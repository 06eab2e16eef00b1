// What a data set loader hands back before any scaling: the measured feature columns, the
// target, the grouping keys a natural split can use, and how many of the file's rows were
// dropped for a missing value. datasets.ts standardizes and appends the intercept.

import type { DatasetName } from '../scenario/dataset-choices.js';
import { DataError } from './data-error.js';

export interface DatasetTable {
  name: DatasetName;
  target: string;
  /** rows in the package's file, dropped ones included */
  fileRowCount: number;
  /** rows dropped because a value the features, target or keys need is missing */
  droppedRowCount: number;
  sampleCount: number;
  /** the measured columns, in feature order */
  featureNames: string[];
  /** sampleCount x featureNames.length, row-major */
  features: Float64Array;
  /** class index (softmax), 0 or 1 (logistic) or a real value (least squares) */
  targets: Float64Array;
  /** classifiers: label c names classNames[c]; least squares: empty */
  classNames: string[];
  /** natural keys: the value of each kept row, by key name */
  keys: Record<string, string[]>;
  /** whether a constant 1 column is appended after scaling (the model's intercept) */
  intercept: boolean;
}

/** Collects kept rows one at a time; a row with a missing value is only counted. */
export class TableRows {
  private readonly values: number[] = [];
  private readonly targetValues: number[] = [];
  private readonly keyValues: Record<string, string[]>;
  private dropped = 0;

  constructor(
    private readonly name: DatasetName,
    private readonly featureCount: number,
    keyNames: readonly string[],
  ) {
    this.keyValues = Object.fromEntries(keyNames.map((key) => [key, []]));
  }

  /** Keeps the row when every value is present (a finite number, a non-empty key). */
  add(
    features: readonly (number | null | undefined)[],
    target: number | null | undefined,
    keys: Record<string, string | null | undefined> = {},
  ): void {
    if (features.length !== this.featureCount) {
      throw new DataError(
        'E_DATASET',
        `${this.name}: a row of ${features.length} features, expected ${this.featureCount}`,
      );
    }
    const present = (v: number | null | undefined): v is number =>
      typeof v === 'number' && Number.isFinite(v);
    const keyNames = Object.keys(this.keyValues);
    if (
      !features.every(present) ||
      !present(target) ||
      !keyNames.every((key) => typeof keys[key] === 'string' && keys[key] !== '')
    ) {
      this.dropped++;
      return;
    }
    for (const value of features) this.values.push(value as number);
    this.targetValues.push(target);
    for (const key of keyNames) this.keyValues[key].push(keys[key] as string);
  }

  /** The table of kept rows; refuses a file with no usable row. */
  finish(
    fields: Pick<DatasetTable, 'target' | 'featureNames' | 'classNames' | 'intercept'>,
  ): DatasetTable {
    const sampleCount = this.targetValues.length;
    if (sampleCount === 0)
      throw new DataError('E_DATASET', `${this.name}: no row has every value present`);
    return {
      name: this.name,
      ...fields,
      fileRowCount: sampleCount + this.dropped,
      droppedRowCount: this.dropped,
      sampleCount,
      features: Float64Array.from(this.values),
      targets: Float64Array.from(this.targetValues),
      keys: this.keyValues,
    };
  }
}

/** Class indices in the order of the sorted class names, with the names. */
export function classIndices(names: readonly string[]): {
  classNames: string[];
  labelOf: Map<string, number>;
} {
  const classNames = [...new Set(names)].sort();
  return { classNames, labelOf: new Map(classNames.map((name, c) => [name, c])) };
}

## HOW TO COMPLETE THIS TASK
Return all of the material exactly as written, from the first line through the last.

## TASK RESULT
repository 06eab2e16eef00b1
// What a data set loader hands back before any scaling: the measured feature columns, the
// target, the grouping keys a natural split can use, and how many of the file's rows were
// dropped for a missing value. datasets.ts standardizes and appends the intercept.

import type { DatasetName } from '../scenario/dataset-choices.js';
import { DataError } from './data-error.js';

export interface DatasetTable {
  name: DatasetName;
  target: string;
  /** rows in the package's file, dropped ones included */
  fileRowCount: number;
  /** rows dropped because a value the features, target or keys need is missing */
  droppedRowCount: number;
  sampleCount: number;
  /** the measured columns, in feature order */
  featureNames: string[];
  /** sampleCount x featureNames.length, row-major */
  features: Float64Array;
  /** class index (softmax), 0 or 1 (logistic) or a real value (least squares) */
  targets: Float64Array;
  /** classifiers: label c names classNames[c]; least squares: empty */
  classNames: string[];
  /** natural keys: the value of each kept row, by key name */
  keys: Record<string, string[]>;
  /** whether a constant 1 column is appended after scaling (the model's intercept) */
  intercept: boolean;
}

/** Collects kept rows one at a time; a row with a missing value is only counted. */
export class TableRows {
  private readonly values: number[] = [];
  private readonly targetValues: number[] = [];
  private readonly keyValues: Record<string, string[]>;
  private dropped = 0;

  constructor(
    private readonly name: DatasetName,
    private readonly featureCount: number,
    keyNames: readonly string[],
  ) {
    this.keyValues = Object.fromEntries(keyNames.map((key) => [key, []]));
  }

  /** Keeps the row when every value is present (a finite number, a non-empty key). */
  add(
    features: readonly (number | null | undefined)[],
    target: number | null | undefined,
    keys: Record<string, string | null | undefined> = {},
  ): void {
    if (features.length !== this.featureCount) {
      throw new DataError(
        'E_DATASET',
        `${this.name}: a row of ${features.length} features, expected ${this.featureCount}`,
      );
    }
    const present = (v: number | null | undefined): v is number =>
      typeof v === 'number' && Number.isFinite(v);
    const keyNames = Object.keys(this.keyValues);
    if (
      !features.every(present) ||
      !present(target) ||
      !keyNames.every((key) => typeof keys[key] === 'string' && keys[key] !== '')
    ) {
      this.dropped++;
      return;
    }
    for (const value of features) this.values.push(value as number);
    this.targetValues.push(target);
    for (const key of keyNames) this.keyValues[key].push(keys[key] as string);
  }

  /** The table of kept rows; refuses a file with no usable row. */
  finish(
    fields: Pick<DatasetTable, 'target' | 'featureNames' | 'classNames' | 'intercept'>,
  ): DatasetTable {
    const sampleCount = this.targetValues.length;
    if (sampleCount === 0)
      throw new DataError('E_DATASET', `${this.name}: no row has every value present`);
    return {
      name: this.name,
      ...fields,
      fileRowCount: sampleCount + this.dropped,
      droppedRowCount: this.dropped,
      sampleCount,
      features: Float64Array.from(this.values),
      targets: Float64Array.from(this.targetValues),
      keys: this.keyValues,
    };
  }
}

/** Class indices in the order of the sorted class names, with the names. */
export function classIndices(names: readonly string[]): {
  classNames: string[];
  labelOf: Map<string, number>;
} {
  const classNames = [...new Set(names)].sort();
  return { classNames, labelOf: new Map(classNames.map((name, c) => [name, c])) };
}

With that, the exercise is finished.